When prompting AI, use questions rather than directives. Example:

"Do you think it might be better to...?"

This prevents oversteering the AI into suboptimal solutions.

Beyond Numba: C and OpenMP

If the best Numba solution still isn’t fast enough, consider compiled C.

  • Use ctypes to call C functions from Python.

  • Mention “use OpenMP” in AI prompts if parallelization is possible.

  • Ask:

    "Can you generate an OpenMP solution with the best pragmas?"
    
  • The more CPU cores available, the greater the potential speedup. That said, it’s usually a case of diminishing returns as one goes from 8 cores to 16 and to 32. Our research shows that often you’re better off running 4 sims across 8 cores each than running 1 sim on all 32 cores available. Also be aware that with both Numba and OpenMP you can constrain the number of cores used to less than the number available by setting the appropriate environment variable. (Numba environment variable = NUMBA_NUM_THREADS; OpenMP environment variable = OMP_NUM_THREADS)
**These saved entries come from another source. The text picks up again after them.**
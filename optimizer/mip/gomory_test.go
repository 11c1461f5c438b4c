package mip

import (
	"context"
	"math"
	"math/rand/v2"
	"testing"

	"github.com/rigmix/rigmix/optimizer/lp"
)

// gmiRoundsFor solves the LP relaxation of p and derives two rounds of
// Gomory mixed-integer cuts (the second from the LP with the first
// round's cuts added, so logicals of cut rows are substituted too). It
// returns every candidate cut, selected or not.
func gmiRoundsFor(t *testing.T, p *Problem) []cut {
	t.Helper()
	s, err := lp.New(&p.LP, lp.Options{})
	if err != nil {
		t.Fatal(err)
	}
	g := newGMIState(&p.LP)
	var all []cut
	for round := 0; round < 2; round++ {
		r, err := s.Solve()
		if err != nil {
			t.Fatal(err)
		}
		if r.Status != lp.Optimal {
			return all
		}
		cands := gmiCandidates(s, g, p.Integer, r.X, p.LP.ColLo, p.LP.ColUp)
		for _, c := range cands {
			act := 0.0
			for k, j := range c.cols {
				act += c.vals[k] * r.X[j]
			}
			if act >= c.rhs {
				t.Errorf("a candidate cut does not cut off the LP point: %v ≥ %v", act, c.rhs)
			}
		}
		all = append(all, cands...)
		sel := selectCuts(cands, 5)
		if len(sel) == 0 {
			return all
		}
		lo, up, start := []float64{}, []float64{}, []int{0}
		var cols []int
		var vals []float64
		for _, c := range sel {
			lo, up = append(lo, c.rhs), append(up, math.Inf(1))
			cols, vals = append(cols, c.cols...), append(vals, c.vals...)
			start = append(start, len(cols))
		}
		if err := s.AddRows(lo, up, start, cols, vals); err != nil {
			t.Fatal(err)
		}
		g.cuts = append(g.cuts, sel...)
	}
	return all
}

// bruteMinCut returns, over every feasible point of p (integer columns
// enumerated over their bounded ranges, continuous ones by an LP for each
// integer assignment), the least value of π x for cut c: an independent
// check by exhaustion. ok is false when p has no feasible point.
func bruteMinCut(t *testing.T, p *Problem, c cut) (float64, bool) {
	q := &p.LP
	n := q.NumCols
	pi := make([]float64, n)
	for k, j := range c.cols {
		pi[j] = c.vals[k]
	}
	x := make([]float64, n)
	best, found := math.Inf(1), false
	var rec func(j int)
	rec = func(j int) {
		if j == n {
			sub := *q
			sub.ColLo = append([]float64(nil), q.ColLo...)
			sub.ColUp = append([]float64(nil), q.ColUp...)
			sub.Obj = make([]float64, n)
			for k := 0; k < n; k++ {
				if p.Integer[k] {
					sub.ColLo[k], sub.ColUp[k] = x[k], x[k]
				}
				sub.Obj[k] = pi[k]
			}
			r, err := lp.Solve(&sub, lp.Options{})
			if err != nil {
				t.Fatal(err)
			}
			if r.Status == lp.Optimal {
				found = true
				best = math.Min(best, r.Obj)
			}
			return
		}
		if !p.Integer[j] {
			rec(j + 1)
			return
		}
		for v := q.ColLo[j]; v <= q.ColUp[j]; v++ {
			x[j] = v
			rec(j + 1)
		}
	}
	rec(0)
	return best, found
}

// TestGomoryCutsValid: on random small MIPs (invented data: general
// rows, integer and continuous columns with small bounds) every Gomory
// mixed-integer cut of two rounds holds at every feasible point, found by
// brute force; and the cuts are not idle: many are generated, each cuts
// off the LP point it came from.
func TestGomoryCutsValid(t *testing.T) {
	rng := rand.New(rand.NewPCG(21, 4))
	total, problems := 0, 0
	for trial := 0; trial < 60 && problems < 25; trial++ {
		p := randomGeneralMIP(rng, 2+rng.IntN(4), 3+rng.IntN(4))
		cuts := gmiRoundsFor(t, p)
		if len(cuts) == 0 {
			continue
		}
		problems++
		for k, c := range cuts {
			least, feasible := bruteMinCut(t, p, c)
			if !feasible {
				break // no feasible point: every cut is valid
			}
			if least < c.rhs-1e-7*math.Max(1, math.Abs(c.rhs)) {
				t.Errorf("trial %d cut %d: a feasible point has π x = %v below the right-hand side %v", trial, k, least, c.rhs)
			}
		}
		total += len(cuts)
	}
	if problems < 10 || total < 20 {
		t.Errorf("only %d cuts on %d problems: the generator is nearly idle", total, problems)
	}
	t.Logf("%d cuts on %d problems checked", total, problems)
}

// TestCutsKeepOptimum: with root cuts the engine still finds the
// optimum of random MIPs given by brute force (bruteMIP: enumeration with
// gonum's simplex for the continuous part, an independent LP code), as it
// does with cuts off.
func TestCutsKeepOptimum(t *testing.T) {
	rng := rand.New(rand.NewPCG(8, 15))
	cutsSeen, withCuts := 0, 0
	for trial := 0; trial < 60; trial++ {
		p := randomGeneralMIP(rng, 2+rng.IntN(5), 3+rng.IntN(5))
		want := bruteMIP(t, p)
		for _, noCuts := range []bool{false, true} {
			res, err := Solve(context.Background(), p, Options{noCuts: noCuts})
			if err != nil {
				t.Fatal(err)
			}
			if !noCuts {
				cutsSeen += res.Cuts
				if res.Cuts > 0 {
					withCuts++
				}
			}
			switch {
			case math.IsInf(want, 1):
				if res.Status != Infeasible {
					t.Errorf("trial %d (cuts off: %v): %v %v; brute force says infeasible", trial, noCuts, res.Status, res.Obj)
				}
			case res.Status != Optimal || !sameObj(res.Obj, want):
				t.Errorf("trial %d (cuts off: %v): %v %v; brute force optimum %v", trial, noCuts, res.Status, res.Obj, want)
			default:
				if v, ok := checkFeasible(p, res.X); !ok || !sameObj(v, res.Obj) {
					t.Errorf("trial %d: the point found is not feasible", trial)
				}
			}
		}
	}
	t.Logf("%d cuts on %d of 60 problems", cutsSeen, withCuts)
	if withCuts < 5 {
		t.Errorf("cuts were added on only %d problems", withCuts)
	}
}

// TestCutsUnderNodeLimit: a node limit (here 1, the root alone) does not
// stop the root's cuts, so the bound a root-only solve reports is the
// bound after cuts: the same number of cuts as without the limit.
func TestCutsUnderNodeLimit(t *testing.T) {
	rng := rand.New(rand.NewPCG(8, 15))
	checked := 0
	for trial := 0; trial < 60 && checked < 5; trial++ {
		p := randomGeneralMIP(rng, 2+rng.IntN(5), 3+rng.IntN(5))
		full, err := Solve(context.Background(), p, Options{})
		if err != nil {
			t.Fatal(err)
		}
		if full.Cuts == 0 {
			continue
		}
		root, err := Solve(context.Background(), p, Options{NodeLimit: 1})
		if err != nil {
			t.Fatal(err)
		}
		if root.Status == NodeLimit && root.Cuts != full.Cuts {
			t.Errorf("trial %d: %d cuts under NodeLimit 1, %d without", trial, root.Cuts, full.Cuts)
		}
		checked++
	}
	if checked == 0 {
		t.Error("no problem with cuts")
	}
}

// randomKnapsackMIP is an invented pure-binary problem with knapsack rows
// (positive and negative coefficients, ≤ and ≥ rows) and a random
// objective that pulls columns towards 1.
func randomKnapsackMIP(rng *rand.Rand, m, n int) *Problem {
	p := &Problem{Integer: make([]bool, n)}
	q := &p.LP
	q.NumRows, q.NumCols = m, n
	q.Obj = make([]float64, n)
	q.ColLo = make([]float64, n)
	q.ColUp = make([]float64, n)
	q.RowLo = make([]float64, m)
	q.RowUp = make([]float64, m)
	q.ColStart = make([]int, n+1)
	a := make([][]float64, m)
	for i := range a {
		a[i] = make([]float64, n)
		for j := range a[i] {
			if rng.IntN(4) > 0 {
				a[i][j] = float64(1 + rng.IntN(12))
				if rng.IntN(5) == 0 {
					a[i][j] = -a[i][j]
				}
			}
		}
	}
	for j := 0; j < n; j++ {
		p.Integer[j] = true
		q.ColUp[j] = 1
		q.Obj[j] = -float64(1 + rng.IntN(10))
		for i := 0; i < m; i++ {
			if a[i][j] != 0 {
				q.RowIndex = append(q.RowIndex, i)
				q.Value = append(q.Value, a[i][j])
			}
		}
		q.ColStart[j+1] = len(q.RowIndex)
	}
	for i := 0; i < m; i++ {
		sum := 0.0
		for _, v := range a[i] {
			sum += math.Abs(v)
		}
		q.RowLo[i], q.RowUp[i] = math.Inf(-1), math.Floor(sum*(0.2+0.4*rng.Float64()))
	}
	// Turn a few rows into ≥ rows by negating them.
	for i := 0; i < m; i += 3 {
		for j := 0; j < n; j++ {
			for k := q.ColStart[j]; k < q.ColStart[j+1]; k++ {
				if q.RowIndex[k] == i {
					q.Value[k] = -q.Value[k]
				}
			}
		}
		q.RowLo[i], q.RowUp[i] = -q.RowUp[i], math.Inf(1)
	}
	return p
}

// TestKnapsackCoversValid: every knapsack cover cut derived from the LP
// point of random pure-binary knapsack problems holds at every feasible
// 0/1 point (all 2^n points enumerated), and the generator is not idle.
func TestKnapsackCoversValid(t *testing.T) {
	rng := rand.New(rand.NewPCG(31, 7))
	total := 0
	for trial := 0; trial < 40; trial++ {
		n := 6 + rng.IntN(7)
		p := randomKnapsackMIP(rng, 1+rng.IntN(3), n)
		q := &p.LP
		r, err := lp.Solve(q, lp.Options{})
		if err != nil || r.Status != lp.Optimal {
			t.Fatalf("trial %d: LP %v %v", trial, r, err)
		}
		cuts := knapsackCandidates(newGMIState(q), p.Integer, q.RowLo, q.RowUp, q.ColLo, q.ColUp, r.X)
		total += len(cuts)
		x := make([]float64, n)
		for mask := 0; mask < 1<<n; mask++ {
			for j := range x {
				x[j] = float64(mask >> j & 1)
			}
			if _, ok := checkFeasible(p, x); !ok {
				continue
			}
			for k, c := range cuts {
				act := 0.0
				for t, j := range c.cols {
					act += c.vals[t] * x[j]
				}
				if act < c.rhs-1e-9 {
					t.Fatalf("trial %d cut %d: feasible point %v has π x = %v < %v", trial, k, x, act, c.rhs)
				}
			}
		}
	}
	t.Logf("%d cover cuts checked", total)
	if total < 10 {
		t.Errorf("only %d cover cuts on 40 problems", total)
	}
}

// TestKnapsackMIPOptimum: with root cuts (Gomory and covers) the engine
// finds the optimum of random knapsack problems given by enumeration of
// all 0/1 points.
func TestKnapsackMIPOptimum(t *testing.T) {
	rng := rand.New(rand.NewPCG(32, 9))
	cuts := 0
	for trial := 0; trial < 30; trial++ {
		n := 6 + rng.IntN(7)
		p := randomKnapsackMIP(rng, 1+rng.IntN(4), n)
		best := math.Inf(1)
		x := make([]float64, n)
		for mask := 0; mask < 1<<n; mask++ {
			for j := range x {
				x[j] = float64(mask >> j & 1)
			}
			if v, ok := checkFeasible(p, x); ok && v < best {
				best = v
			}
		}
		res, err := Solve(context.Background(), p, Options{})
		if err != nil {
			t.Fatal(err)
		}
		cuts += res.Cuts
		if res.Status != Optimal || !sameObj(res.Obj, best) {
			t.Errorf("trial %d: %v %v; enumeration gives %v", trial, res.Status, res.Obj, best)
		}
	}
	t.Logf("%d root cuts on 30 problems", cuts)
}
Advanced Hardware-Dependent Performance Improvements

Beyond compiled C extensions using OpenMP for parallelization across CPU cores, even greater performance gains can be achieved by leveraging hardware-specific optimizations.

SIMD

Modern CPUs include low-level Single Instruction, Multiple Data (SIMD) instruction sets that enable direct access to vectorized operations. While compilers attempt to generate optimal SIMD instructions automatically, they are not always perfect.

In theory, writing SIMD code manually can lead to significant performance gains, but this requires deep, architecture-specific knowledge. Fortunately, AI-assisted development tools can help generate such code. However, in practice, achieving meaningful speedups for complex use cases remains challenging. Additionally, since SIMD instruction sets vary by hardware, code optimized for a development machine may not work on a different target machine. Consult a developer to determine applicability for your use case.

GPU

GPUs can provide massive speedups when used effectively, but several challenges must be considered:

  • GPU hardware must be available on the target machine.

  • GPU-specific code needs to be written, often using CUDA (for NVIDIA GPUs) or other frameworks like OpenCL or ROCm.

  • The overhead of transferring data between CPU and GPU memory can negate performance benefits unless the system has unified memory.

We continue to explore GPU acceleration for LASER, particularly for cases where computational workloads justify the overhead of GPU execution.

Final Thoughts

In some cases, an algorithm may be inherently sequential, meaning parallelization won’t help. Be mindful that AI might not always indicate when you’re hitting a fundamental limitation.

By following this process—profiling via timing, leveraging AI, and incrementally optimizing with NumPy, Numba, and C—you can take LASER models from functional to high-performance at massive scales.